Amanda Schott, the language arts teacher who coordinates the program at the middle school, said having someone else besides the teacher look at the students’ writing makes students feel less like they’re being critiqued and more like they’re communicating with a pen pal.

David Israel said the program has helped him gain his confidence and has made him feel good.

Although this mentoring program is focused on writing, intergenerational relationships are key for adolescents as they discern what is worth writing about and what is worth living for. For students who lack other role models in their lives, this sort of mentorship can be transformative.
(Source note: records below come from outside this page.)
class LoopbackCard(SoundCard):
    """Test-only: output 2 plays H applied to the drive; the rendered drive is kept for checks."""

    def __init__(self, rig: Rig, **options: Any) -> None:
        super().__init__(rig, **options)
        self._zi = signal.lfilter_zi(B_LP, A_LP) * 0.0
        self._line = np.zeros(DELAY_N, dtype=np.float64)
        self.rendered: list[np.ndarray] = []
        self.stall_once_s = 0.0

    def extra_outputs(self, drive_digital: np.ndarray, frames: np.ndarray) -> None:
        d = drive_digital.astype(np.float64)
        self.rendered.append(d.copy())
        delayed = np.concatenate([self._line, d])
        self._line = delayed[-DELAY_N:]
        y, self._zi = signal.lfilter(B_LP, A_LP, delayed[:d.size], zi=self._zi)
        frames[:, 1] = GAIN * y
        if self.stall_once_s:
            stall, self.stall_once_s = self.stall_once_s, 0.0
            time.sleep(stall)   # the renderer falls behind: the callback must count it


@pytest.fixture
def card() -> Any:
    dev = LoopbackCard(make_rig())
    dev.start()
    try:
        yield dev
    finally:
        dev.stop()


def settle(dev: SoundCard, timeout_s: float = 5.0) -> list[SoundCardBlock]:
    """Read blocks until the ramp has reached the inputs, then one more."""
    blocks = []
    deadline = time.monotonic() + timeout_s
    while dev.drive_status().ramping:
        assert time.monotonic() < deadline, "the drive never settled"
        blocks.append(dev.read_block(timeout_s=5.0))
    blocks.append(dev.read_block(timeout_s=5.0))
    return blocks


def record(dev: SoundCard, n_blocks: int, attempts: int = 4) -> tuple[np.ndarray, list[SoundCardBlock]]:
    """``n_blocks`` contiguous blocks; taken again (as an operator would) when the back-end counted
    an overflow or glitch in them, which a loaded machine can cause."""
    for _ in range(attempts):
        blocks = [dev.read_block(timeout_s=5.0) for _ in range(n_blocks)]
        for a, b in zip(blocks, blocks[1:]):
            assert b.start_index == a.start_index + a.n_samples   # contiguous, no gap
        if attempts == 1 or not any(b.overflows for b in blocks):
            break
    return np.concatenate([b.data for b in blocks], axis=1), blocks


def test_recovers_a_known_transfer_between_two_channels(card: LoopbackCard) -> None:
    rig = card.rig
    ch = card.channels
    assert card.sample_rate_hz == FS
    for freq_hz in (240.0, 600.0, 1200.0):     # whole periods in a 0.05 s block
        card.set_drive(freq_hz, 0.5)
        settle(card)
        data, blocks = record(card, 10)          # 0.5 s
        fit = fit_harmonics(data, FS, freq_hz)
        ref = fit.amplitude[ch.index(rig.drive.reference_channel)]
        flame = fit.amplitude[ch.index("p1")]
        h_est = flame / ref
        h = true_h(freq_hz)
        # gain within 0.1 %, phase within 0.1 degree (16-bit path: errors ~ 1e-5 measured)
        assert abs(h_est) == pytest.approx(abs(h), rel=1e-3), freq_hz
        assert np.degrees(np.angle(h_est / h)) == pytest.approx(0.0, abs=0.1), freq_hz
        # input calibration: 0.5 digital at 1 V output full scale, read at 1 V input full scale
        assert abs(ref) == pytest.approx(0.5, abs=4 * LSB)
        # p2 reads the same samples as p1 with a 50 Pa x 14.2 mV/Pa = 0.71 V full scale
        assert fit.amplitude[ch.index("p2")] / flame == pytest.approx(0.71, rel=1e-9)
        assert all(b.drive_freq_hz == freq_hz for b in blocks)
        assert all(b.drive_amplitude_v == pytest.approx(0.5, abs=0.01) for b in blocks)
    assert card.guard.clip_events == 0


def test_delay_is_measured_on_every_block_and_aligns_the_reference(card: LoopbackCard) -> None:
    card.set_drive(400.0, 0.5)
    blocks = settle(card)
    _, steady = record(card, 6)
    measured = [b for b in blocks + steady if b.delay_measured]
    assert steady and all(b.delay_measured for b in steady)
    delays = {b.delay_samples for b in measured}
    assert len(delays) == 1, f"delay changed between blocks: {sorted(delays)}"
    d = delays.pop()
    assert 0 < d < card.config.max_delay_s * FS
    assert steady[0].delay_s == pytest.approx(d / FS)
    assert card.delay_samples == d
    # shifting the played drive by the delay reproduces the reference input sample by sample
    played = np.concatenate(card.rendered)
    for b in steady:
        start = card.first_frame + b.start_index - d
        expected = played[start:start + b.n_samples]
        assert np.max(np.abs(b.channel("drv_ref") - expected)) <= 2 * LSB


def test_ceiling_refusal_halt_and_ramped_resume(card: LoopbackCard) -> None:
    # the ceiling is the smaller of the rig's 0.8 V and the 1 V output full scale
    with pytest.raises(CeilingExceeded):
        card.set_drive(500.0, 0.81)
    card.set_drive(500.0, 0.5)
    settle(card)
    card.halt()
    assert card.drive_status().amplitude_v == 0.0
    quiet = [card.read_block(timeout_s=5.0) for _ in range(int(0.3 * FS / card.config.block_n))]
    # silent from (halt + output lead + delay) on: the last blocks are exactly zero
    assert np.max(np.abs(quiet[-1].channel("drv_ref"))) == 0.0
    # the halt latches: nothing can bring the drive back until a new sweep arms the card
    with pytest.raises(DriveHalted):
        card.set_drive(500.0, 0.5)
    assert np.max(np.abs(card.read_block(timeout_s=5.0).channel("drv_ref"))) == 0.0
    card.arm(0.8)
    card.set_drive(500.0, 0.5)
    first_on: SoundCardBlock | None = None
    deadline = time.monotonic() + 5.0
    while first_on is None and time.monotonic() < deadline:
        b = card.read_block(timeout_s=5.0)
        if np.any(b.channel("drv_ref")):
            first_on = b
    assert first_on is not None
    # resumed with the guard's ramp (0.8 V per 0.1 s), not a jump back to 0.5 V
    x = first_on.channel("drv_ref")
    onset = int(np.flatnonzero(x)[0])
    head = np.abs(x[onset:onset + 240])
    assert head.max() <= 0.8 / 0.1 * (240 / FS) + 2 * LSB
Institute for Advanced Studies in Culture  Postdoctoral Research Associate Andrew Lynn in his review of Robert Putnam’s Our Kids approvingly noted Putnam’s emphasis on the social capital provided by life-saving relationships that are intergenerational: “A working-class high school quarterback gets to college because a football coach guides him through the application process. A high-achieving but alienated minority high school student finds educational support in an older white woman . . .”

Putnam identified a “mentoring gap” which must be filled by programs like the Rider University writing mentorship program. And, as Lynn observes, even a small number of these relationships can make a difference. It certainly did for David Israel.

If you’re considering serving as a mentor in your community, the National Mentoring Partnership has a clearinghouse to help identify opportunities to serve.

Coach invites mentors to model, not talk

Education consultant Darryl Williams is taking a different approach to coaching his daughter’s 5th-grade basketball team, and it’s working wonders to focus the girls in on the game.

The idea is simple.

Williams and other coaches invited girls from the varsity high school basketball team to come to practice, but it wasn’t for the typical role model pep talk or coaching pointers.

According to Teach Like a Champion:

No, Darryl skipped the things mentors usually get asked to do and asked the varsity girls instead to practice with his girls—to participate in the drills alongside the younger girls but to practice like they would in a varsity practice. To model what it meant to them to practice.

Williams explained that the experience instantly changed the perspective of the girls on his young and inexperienced team, which included many who had never previously played.

“You should have seen their faces when they understood that for varsity girls, the layup line is full-speed,” Williams said.

The coach said that giving his players an opportunity to experience how serious athletes approach the game opened their eyes in ways a talk about teamwork or hustle couldn’t do.

“They never had to say a word, those girls, but the learning was deep. Seeing the level of focus and concentration from the older girls was a revelation to the younger girls: How ready they were when an activity started. How locked-in mentally. How they listened and used feedback . . . These things were suddenly clear,” Teach Like a Champion reports.

“Darryl says it was an epiphany for his girls. All of a sudden they understood in a day-to-day sense what it meant to be a serious athlete. Nobody had to explain anything.”

Education researchers have studied how age segregation in schools can undermine the development of responsibility.

Murray Milner, scholar at the Institute for Advanced Studies in Culture at the University of Virginia, wrote in Freaks, Geeks, and Cool Kids that “A system of increasing privileges and responsibilities linked to the year in school can increase the sense of community and reduce competition.”

Williams’ approach of letting local high school girls model how serious athletes put their full effort into practice undoubtedly improved his 5th-grade team both on and off the field.

A growing movement of coaches at the Positive Coaching Alliance are working with professional athletes to help locals create “Better Athletes, Better People” through a variety of resources, from workshops, to online courses, to certifications.

“The Positive Coach uses the power of positive reinforcement to pursue winning and the more important goals of teaching life lessons through sports,” according to the group’s website.